Tuesday, July 24, 2012

CHAPTER THREE





The murder had gone so badly it was a miracle she'd gotten away with it. She hadn't planned, hadn't thought anything beyond how Kenny had hurt Lisa-Beth and was going to pay. She'd never even contemplated killing anyone before and expected it would be like in the movies.
It wasn't anything like the movies.
In the movies, she could have simply walked up behind him as he bent into the engine of his hotrod, punched her cousin's old pocket knife into his back, and Kenny would have arched his spine and gone, "Aargh!" and collapsed and died.
No such luck in real life. The tip skidded off his shoulderblade, snagged in his sweater, and clattered to the oil-stained garage floor. Kenny let out a holler, more of surprise than pain – though it had to have hurt; there was blood – and started to turn and straighten up.
Panicked, Jeanette had done the only thing she could think of. She seized the raised hood of his car and knocked the support away with her elbow. Then, using all of her strength, she'd slammed the hood down on Kenny. The edge cut into the back of his scalp, shedding a spray of blood. He went face-first into the engine with a grunt, trying and failing to get his right hand up in time to defend himself.
She'd raised the hood and slammed it again, totally beyond thought. The underside met the rounded back of Kenny's skull with a hollow k-ponk! sound, denting the metal and pile-driving his forehead into the engine block. Dazed, he slumped there with his left hand dangling and twitching.
The knife had been within sight, but Jeanette didn't try to reach for it. The moment she did, she knew that this would turn out to be like the movies after all. No matter how out of it Kenny seemed, he would spring up and lunge at her. She must have looked like a crazywoman trying to … to clap him to death as she repeatedly raised and slammed the hood on Kenny's head, shoulders, and upper torso.
Eventually, she stopped, arms aching, chest heaving, and watched him to see if he moved. Kenny only hung there, slack, his knees buckled and his one visible arm as limp as that of a drowning victim.
The noise had been horrendous. Wiping sweat from her brow despite the chill in the air, Jeanette turned, expecting to see the entire neighborhood gathered in the open garage door and staring in at her in openmouthed shock. But the driveway and the street at the end of it had been empty of everything but a few spinning flakes of falling snow.
"Kenny?" she had said, barely recognizing herself in the panting, uncertain voice.
He hadn't stirred. As her ears quit ringing, she heard the slow, syrupy patter of blood draining through the engine. When she crouched – carefully, still thinking he might suddenly revive – she had seen a spreading puddle that was not an oil leak.

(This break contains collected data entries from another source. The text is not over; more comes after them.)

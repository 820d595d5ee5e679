import { createHash } from 'node:crypto';
import { canonicalJson } from './canonical-json.js';

/** What stands before the first entry. */
export const ORIGIN = '0'.repeat(64);

/** What an entry says; the hash covers all of it. */
export interface AuditContent {
  at: Date;
  userId: number | null;
  actor: string;
  action: string;
  subjectType: string;
  subjectId: string;
  siteId: number | null;
  note: string | null;
  before: unknown;
  after: unknown;
}

/** A row of "audit_entry" as SQLite holds it, before any of it is read as a time or as JSON. */
export interface StoredEntry {
  id: number;
  at: string;
  userId: number | null;
  actor: string;
  action: string;
  subjectType: string;
  subjectId: string;
  siteId: number | null;
  note: string | null;
  before: string | null;
  after: string | null;
  previousHash: string;
  hash: string;
}

export interface ChainReport {
  /** Good entries from the first one on. */
  entries: number;
  intact: boolean;
  /** The first entry that does not follow from the one before it, or was altered. */
  brokenAt: number | null;
  /** What is wrong there, in words. */
  reason: string | null;
  /** The first bad entry as it reads now; null when it is gone. */
  broken: StoredEntry | null;
  /** The hash of the last good entry: kept elsewhere, it also shows a record that was made anew as a whole. */
  head: string;
}

/** SHA-256 over the hash of the entry before and the canonical JSON of this entry's content, in hexadecimal. */
export function chainHash(previousHash: string, content: AuditContent): string {
  const { at, userId, actor, action, subjectType, subjectId, siteId, note, before, after } = content;
  return createHash('sha256')
    .update(previousHash)
    .update(canonicalJson({ at, userId, actor, action, subjectType, subjectId, siteId, note, before, after }))
    .digest('hex');
}

/** "2026-03-01 08:15:00.000", the one way in which a time is stored. */
const timeAsStored = (at: Date): string => at.toISOString().replace('T', ' ').replace('Z', '');
const isText = (value: unknown): boolean => typeof value === 'string';
const isNumberOrNull = (value: unknown): boolean => value === null || Number.isInteger(value);

/**
 * Why an entry does not stand in the chain, or null when it does.
 *
 * Values are compared as they are stored, not as they are read: 0.30000000000000004 and 0.30000000000000005 are the
 * same number, and still somebody was at the row.
 */
export function faultOf(entry: StoredEntry, previousId: number, previousHash: string): string | null {
  const { id, at, userId, siteId, before, after } = entry;
  if (id !== previousId + 1)
    return id === previousId + 2
      ? `Entry ${previousId + 1} is missing`
      : `Entries ${previousId + 1} to ${id - 1} are missing`;
  const time = new Date(`${at.replace(' ', 'T')}Z`);
  if (Number.isNaN(time.getTime()) || timeAsStored(time) !== at) return 'Its time was altered';
  if (
    !isNumberOrNull(userId) ||
    !isNumberOrNull(siteId) ||
    ![entry.actor, entry.action, entry.subjectType, entry.subjectId].every(isText)
  )
    return 'A value was altered to one of another kind';
  const values: unknown[] = [];
  for (const [name, text] of [
    ['before', before],
    ['after', after],
  ] as const) {
    try {
      const value = text === null ? null : (JSON.parse(text) as unknown);
      if (text !== null && (value === null || JSON.stringify(value) !== text))
        return `What stood ${name} was altered`;
      values.push(value);
    } catch {
      return `What stood ${name} was altered: it is no JSON any more`;
    }
  }
  if (entry.previousHash !== previousHash) return 'It does not follow from the entry before it';
  if (chainHash(previousHash, { ...entry, at: time, before: values[0], after: values[1] }) !== entry.hash)
    return 'Its content or its hash was altered';
  return null;
}

/**
 * Walks the chain and says where, if anywhere, it does not hold.
 *
 * @param batches the rows of "audit_entry" by ascending id
 * @param lastGiven the highest id that SQLite has ever given in this table ("sqlite_sequence"): shows a cut-off end
 */
export async function verifyChain(
  batches: AsyncIterable<StoredEntry[]> | Iterable<StoredEntry[]>,
  lastGiven: number,
): Promise<ChainReport> {
  const report: ChainReport = {
    entries: 0,
    intact: true,
    brokenAt: null,
    reason: null,
    broken: null,
    head: ORIGIN,
  };
  let lastId = 0;
  for await (const batch of batches)
    for (const entry of batch) {
      const reason = faultOf(entry, lastId, report.head);
      if (reason) {
        const missing = entry.id !== lastId + 1;
        return {
          ...report,
          intact: false,
          brokenAt: missing ? lastId + 1 : entry.id,
          reason,
          broken: missing ? null : entry,
        };
      }
      report.entries += 1;
      report.head = entry.hash;
      lastId = entry.id;
    }
  if (lastGiven > lastId)
    return {
      ...report,
      intact: false,
      brokenAt: lastId + 1,
      reason: `The end is cut off: entries up to ${lastGiven} were written`,
    };
  return report;
}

Jeanette raised the hood one final time, saw what was left of Kenny Murphy's head, and barely made it outside in a stumbling, staggering run before throwing up into Mrs. Murphy's snow-covered flowerbed.
Only then, as she'd been hunched and shaking in the aftermath, had she realized what she had done. He was dead. He was dead and she had killed him.
She'd done it for Lisa-Beth, but some cold and rational inner voice spoke up and told her that she had to think of herself now. Even if one of her best friends was worth going to jail for, Kenny certainly wasn't.
So, though the last thing in the world she had wanted to do was to go back into that garage, she had done it. She'd picked up the knife – the only reason she'd had the forethought to wear gloves had nothing to do with fingerprints and everything to do with it being December – and searched around for a way to cover up her crime.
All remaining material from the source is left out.